▶ _Activity_:
Every entry in the data below needs to be repeated exactly.

[Dataset items]

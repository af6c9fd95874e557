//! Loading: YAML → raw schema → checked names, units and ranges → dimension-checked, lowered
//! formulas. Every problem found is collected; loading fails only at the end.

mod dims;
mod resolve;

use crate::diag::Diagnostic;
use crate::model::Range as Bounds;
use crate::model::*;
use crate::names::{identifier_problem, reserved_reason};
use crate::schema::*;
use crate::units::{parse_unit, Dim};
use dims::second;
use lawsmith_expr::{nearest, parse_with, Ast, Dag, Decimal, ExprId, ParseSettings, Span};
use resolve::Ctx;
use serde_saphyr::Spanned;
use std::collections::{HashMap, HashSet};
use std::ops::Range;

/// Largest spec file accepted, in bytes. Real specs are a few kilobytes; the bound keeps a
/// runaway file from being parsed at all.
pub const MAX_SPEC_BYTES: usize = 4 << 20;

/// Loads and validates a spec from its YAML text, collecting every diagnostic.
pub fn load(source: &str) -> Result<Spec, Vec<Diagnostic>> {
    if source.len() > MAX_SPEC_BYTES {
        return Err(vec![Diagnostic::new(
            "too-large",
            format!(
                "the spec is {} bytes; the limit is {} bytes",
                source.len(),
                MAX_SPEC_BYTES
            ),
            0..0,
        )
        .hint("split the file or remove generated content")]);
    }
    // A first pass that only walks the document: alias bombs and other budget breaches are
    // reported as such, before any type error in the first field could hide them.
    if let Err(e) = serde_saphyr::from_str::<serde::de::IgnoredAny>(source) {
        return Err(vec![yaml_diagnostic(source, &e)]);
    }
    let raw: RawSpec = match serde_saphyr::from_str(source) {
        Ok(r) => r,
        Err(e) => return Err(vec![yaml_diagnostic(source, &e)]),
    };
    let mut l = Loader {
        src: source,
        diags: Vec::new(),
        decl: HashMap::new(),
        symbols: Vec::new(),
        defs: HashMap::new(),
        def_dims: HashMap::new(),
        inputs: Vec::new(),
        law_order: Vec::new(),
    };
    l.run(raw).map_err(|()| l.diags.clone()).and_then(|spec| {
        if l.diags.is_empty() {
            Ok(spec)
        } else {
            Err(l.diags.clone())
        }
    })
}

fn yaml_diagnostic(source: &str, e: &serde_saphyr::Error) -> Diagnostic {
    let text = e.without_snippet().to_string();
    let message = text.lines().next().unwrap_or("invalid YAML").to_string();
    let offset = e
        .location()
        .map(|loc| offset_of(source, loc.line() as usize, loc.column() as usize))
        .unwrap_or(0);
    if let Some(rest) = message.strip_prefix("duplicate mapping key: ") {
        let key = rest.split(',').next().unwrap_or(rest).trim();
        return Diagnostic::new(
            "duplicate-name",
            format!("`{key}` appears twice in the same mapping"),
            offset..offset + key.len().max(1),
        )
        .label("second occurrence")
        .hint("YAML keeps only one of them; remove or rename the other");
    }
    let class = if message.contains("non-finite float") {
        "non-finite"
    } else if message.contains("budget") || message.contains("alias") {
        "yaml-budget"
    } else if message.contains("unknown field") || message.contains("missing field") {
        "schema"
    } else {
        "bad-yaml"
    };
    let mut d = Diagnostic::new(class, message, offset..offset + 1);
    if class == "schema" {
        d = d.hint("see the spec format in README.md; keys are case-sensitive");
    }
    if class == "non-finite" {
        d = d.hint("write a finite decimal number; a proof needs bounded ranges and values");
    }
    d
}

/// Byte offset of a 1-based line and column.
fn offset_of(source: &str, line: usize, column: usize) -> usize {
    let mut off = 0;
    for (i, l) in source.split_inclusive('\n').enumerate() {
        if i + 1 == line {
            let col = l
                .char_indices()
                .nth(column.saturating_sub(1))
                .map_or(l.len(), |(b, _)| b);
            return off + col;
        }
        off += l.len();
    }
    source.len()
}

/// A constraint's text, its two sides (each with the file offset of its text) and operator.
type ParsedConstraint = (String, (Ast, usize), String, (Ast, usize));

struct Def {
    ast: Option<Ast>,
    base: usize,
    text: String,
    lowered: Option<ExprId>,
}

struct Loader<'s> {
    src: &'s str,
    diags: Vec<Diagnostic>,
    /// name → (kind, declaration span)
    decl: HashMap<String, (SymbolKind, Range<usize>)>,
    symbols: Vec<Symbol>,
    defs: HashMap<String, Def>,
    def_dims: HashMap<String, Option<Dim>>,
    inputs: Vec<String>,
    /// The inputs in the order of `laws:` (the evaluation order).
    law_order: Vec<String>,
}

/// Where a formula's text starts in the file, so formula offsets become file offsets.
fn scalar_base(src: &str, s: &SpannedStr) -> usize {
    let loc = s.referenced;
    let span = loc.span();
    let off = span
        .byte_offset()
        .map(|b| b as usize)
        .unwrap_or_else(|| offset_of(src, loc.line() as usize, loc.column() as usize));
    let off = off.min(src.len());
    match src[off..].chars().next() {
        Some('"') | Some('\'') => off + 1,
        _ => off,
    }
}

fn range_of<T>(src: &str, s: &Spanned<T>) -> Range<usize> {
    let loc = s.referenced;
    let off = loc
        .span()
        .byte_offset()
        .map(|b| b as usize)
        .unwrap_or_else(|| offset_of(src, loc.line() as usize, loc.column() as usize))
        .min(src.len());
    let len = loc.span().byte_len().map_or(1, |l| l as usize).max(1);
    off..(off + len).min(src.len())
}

▶ _Output of the task_:
repository af6c9fd95874e557
//! Loading: YAML → raw schema → checked names, units and ranges → dimension-checked, lowered
//! formulas. Every problem found is collected; loading fails only at the end.

mod dims;
mod resolve;

use crate::diag::Diagnostic;
use crate::model::Range as Bounds;
use crate::model::*;
use crate::names::{identifier_problem, reserved_reason};
use crate::schema::*;
use crate::units::{parse_unit, Dim};
use dims::second;
use lawsmith_expr::{nearest, parse_with, Ast, Dag, Decimal, ExprId, ParseSettings, Span};
use resolve::Ctx;
use serde_saphyr::Spanned;
use std::collections::{HashMap, HashSet};
use std::ops::Range;

/// Largest spec file accepted, in bytes. Real specs are a few kilobytes; the bound keeps a
/// runaway file from being parsed at all.
pub const MAX_SPEC_BYTES: usize = 4 << 20;

/// Loads and validates a spec from its YAML text, collecting every diagnostic.
pub fn load(source: &str) -> Result<Spec, Vec<Diagnostic>> {
    if source.len() > MAX_SPEC_BYTES {
        return Err(vec![Diagnostic::new(
            "too-large",
            format!(
                "the spec is {} bytes; the limit is {} bytes",
                source.len(),
                MAX_SPEC_BYTES
            ),
            0..0,
        )
        .hint("split the file or remove generated content")]);
    }
    // A first pass that only walks the document: alias bombs and other budget breaches are
    // reported as such, before any type error in the first field could hide them.
    if let Err(e) = serde_saphyr::from_str::<serde::de::IgnoredAny>(source) {
        return Err(vec![yaml_diagnostic(source, &e)]);
    }
    let raw: RawSpec = match serde_saphyr::from_str(source) {
        Ok(r) => r,
        Err(e) => return Err(vec![yaml_diagnostic(source, &e)]),
    };
    let mut l = Loader {
        src: source,
        diags: Vec::new(),
        decl: HashMap::new(),
        symbols: Vec::new(),
        defs: HashMap::new(),
        def_dims: HashMap::new(),
        inputs: Vec::new(),
        law_order: Vec::new(),
    };
    l.run(raw).map_err(|()| l.diags.clone()).and_then(|spec| {
        if l.diags.is_empty() {
            Ok(spec)
        } else {
            Err(l.diags.clone())
        }
    })
}

fn yaml_diagnostic(source: &str, e: &serde_saphyr::Error) -> Diagnostic {
    let text = e.without_snippet().to_string();
    let message = text.lines().next().unwrap_or("invalid YAML").to_string();
    let offset = e
        .location()
        .map(|loc| offset_of(source, loc.line() as usize, loc.column() as usize))
        .unwrap_or(0);
    if let Some(rest) = message.strip_prefix("duplicate mapping key: ") {
        let key = rest.split(',').next().unwrap_or(rest).trim();
        return Diagnostic::new(
            "duplicate-name",
            format!("`{key}` appears twice in the same mapping"),
            offset..offset + key.len().max(1),
        )
        .label("second occurrence")
        .hint("YAML keeps only one of them; remove or rename the other");
    }
    let class = if message.contains("non-finite float") {
        "non-finite"
    } else if message.contains("budget") || message.contains("alias") {
        "yaml-budget"
    } else if message.contains("unknown field") || message.contains("missing field") {
        "schema"
    } else {
        "bad-yaml"
    };
    let mut d = Diagnostic::new(class, message, offset..offset + 1);
    if class == "schema" {
        d = d.hint("see the spec format in README.md; keys are case-sensitive");
    }
    if class == "non-finite" {
        d = d.hint("write a finite decimal number; a proof needs bounded ranges and values");
    }
    d
}

/// Byte offset of a 1-based line and column.
fn offset_of(source: &str, line: usize, column: usize) -> usize {
    let mut off = 0;
    for (i, l) in source.split_inclusive('\n').enumerate() {
        if i + 1 == line {
            let col = l
                .char_indices()
                .nth(column.saturating_sub(1))
                .map_or(l.len(), |(b, _)| b);
            return off + col;
        }
        off += l.len();
    }
    source.len()
}

/// A constraint's text, its two sides (each with the file offset of its text) and operator.
type ParsedConstraint = (String, (Ast, usize), String, (Ast, usize));

struct Def {
    ast: Option<Ast>,
    base: usize,
    text: String,
    lowered: Option<ExprId>,
}

struct Loader<'s> {
    src: &'s str,
    diags: Vec<Diagnostic>,
    /// name → (kind, declaration span)
    decl: HashMap<String, (SymbolKind, Range<usize>)>,
    symbols: Vec<Symbol>,
    defs: HashMap<String, Def>,
    def_dims: HashMap<String, Option<Dim>>,
    inputs: Vec<String>,
    /// The inputs in the order of `laws:` (the evaluation order).
    law_order: Vec<String>,
}

/// Where a formula's text starts in the file, so formula offsets become file offsets.
fn scalar_base(src: &str, s: &SpannedStr) -> usize {
    let loc = s.referenced;
    let span = loc.span();
    let off = span
        .byte_offset()
        .map(|b| b as usize)
        .unwrap_or_else(|| offset_of(src, loc.line() as usize, loc.column() as usize));
    let off = off.min(src.len());
    match src[off..].chars().next() {
        Some('"') | Some('\'') => off + 1,
        _ => off,
    }
}

fn range_of<T>(src: &str, s: &Spanned<T>) -> Range<usize> {
    let loc = s.referenced;
    let off = loc
        .span()
        .byte_offset()
        .map(|b| b as usize)
        .unwrap_or_else(|| offset_of(src, loc.line() as usize, loc.column() as usize))
        .min(src.len());
    let len = loc.span().byte_len().map_or(1, |l| l as usize).max(1);
    off..(off + len).min(src.len())
}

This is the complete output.